Coated VLP purification application case
Project Background: The customer sample is an enveloped virus antigen VLP vaccine. Many fillers screened in the market cannot meet the requirements. Only an imported brand of strong anionic medium can meet the binding requirements. There is no flow through, but the load is relatively low. After the customer replaced Kono super porous ion exchange medium, in the case of high salt, not only the combination is good, but also the loading capacity is improved, which can completely realize the localization of packing replacement.
Kono Products: MoSphere 50V Q Ultra-large pore anion exchange media
Project progress: pilot test.
Test results:
MoSphere 50V Q ultra-large pore ion exchange medium was used, and no flow breakthrough occurred under high salt condition.
VLP vaccine purification protocols are more than these, and VLP from the same family of viruses may have complex surface characteristics. For example, different strains of influenza VLP have differences in surface antigens, which requires adjusting purification strategies to local conditions.

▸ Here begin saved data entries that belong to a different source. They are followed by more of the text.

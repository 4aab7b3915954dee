// Package fading holds fadeloop's channel models: mobility and Doppler
// (f_D = v·f_c/c), the Clarke (Jakes) Doppler spectrum, Rayleigh and Rician
// fading generators (a statistically correct sum of sinusoids after Zheng &
// Xiao 2003, and a spectral inverse-FFT generator after Young & Beaulieu
// 2000), tap-delay profiles with ideal maximal-ratio (RAKE) combining,
// log-normal shadowing correlated in distance (Gudmundson 1991), and path-loss
// models (free space, log-distance, Hata, COST-231 Hata).
//
// Every random draw comes from a stream derived from (seed, user, index,
// process kind) by NewStream; nothing uses a global source, so samples are
// bit-identical for identical inputs whatever GOMAXPROCS is.
//
// The package is pure Go: it imports only the standard library and gonum,
// never grpc or generated protobuf code.
package fading
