package loop

import (
	"context"
	"testing"
)

// BenchmarkCanonical runs CanonicalScenario (the scenario of
// shared/bench/peer_numba.py: 64 users, 3 taps, 30 km/h at 2 GHz, 1500 Hz,
// 90 000 slots) and reports user-slots/s (warm-up included, as the peer
// counts them) next to the peer's figures of merit.
func BenchmarkCanonical(b *testing.B) {
	sc := CanonicalScenario()
	b.ReportAllocs()
	var rep *Report
	for b.Loop() {
		r, err := Run(context.Background(), sc, RunOptions{})
		if err != nil {
			b.Fatal(err)
		}
		rep = r
	}
	us := float64(rep.SimulatedUserSlots) * float64(b.N) / b.Elapsed().Seconds()
	b.ReportMetric(us, "user-slots/s")
	b.ReportMetric(rep.Aggregate.SIRErrorStdDB.Value, "sir-err-std-dB")
	b.ReportMetric(rep.Aggregate.OutageProbability.Value, "outage")
}
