package main

import (
	_ "embed"
	"fmt"
	"strconv"

	"github.com/fadeloop/fadeloop/client/plots"
	"github.com/fadeloop/fadeloop/client/render"
	pb "github.com/fadeloop/fadeloop/proto/fadeloop/v1"
)

// multiCellScenarioYAML is the commented multi-cell example scenario
// (`fadeloop example --multi-cell`); testdata/scenarios/harbour_town.json is
// its protojson form.
//
//go:embed multicell.yaml
var multiCellScenarioYAML []byte

// multiCellScenarioName names it in messages.
const multiCellScenarioName = "built-in multi-cell example"

// layoutMap draws the map of a multi-cell report: users coloured by their
// outage (kind "map") or mean Tx power ("map-power").
func layoutMap(title, kind string, rep *pb.RunReport) (*plots.Figure, error) {
	power := kind == "map-power"
	d, err := render.LayoutMapData(rep, power)
	if err != nil {
		return nil, fmt.Errorf("--plot %s: %w", kind, err)
	}
	what := "outage"
	if power {
		what = "Tx power"
	}
	return plots.LayoutMap(title+" — users by "+what+" (replication 0, "+strconv.Itoa(len(d.Users))+" users)", d)
}

// layoutSweepFigure draws f and the outage of a multi-cell sweep against
// its first axis, one line per value of the second.
func layoutSweepFigure(title string, axes []*pb.SweepAxis, pts []*pb.SweepPoint) (*plots.Figure, error) {
	ls, ok := render.SweepLayoutLines(axes, pts)
	if !ok {
		if len(axes) < 1 || len(axes) > 2 {
			return nil, badInputf("a layout plot needs one or two axes")
		}
		return nil, badInputf("--plot layout needs a multi-cell scenario (layout.sites set)")
	}
	x := axes[0].GetPath()
	return plots.LayoutSweep("Multi-cell figures against "+x+" — "+title, render.AxisTitle(x), ls)
}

In summary, Kono's MoSphere 50 series ultra-large pore chromatography media are essential and one of the most efficient separation vectors in the downstream purification process of viral particle (VLP) vaccines.
Products that match market demand are valuable
Konosay's ultra-large pore filler has been widely used in the separation and purification of viruses, VLP, AAV vectors, plasmids, exosomes, mRNA and ultra-large protein molecules, and fully demonstrated its superiority in purification, successfully helping customers solve purification problems one by one, and effectively helping customers achieve cost reduction and efficiency.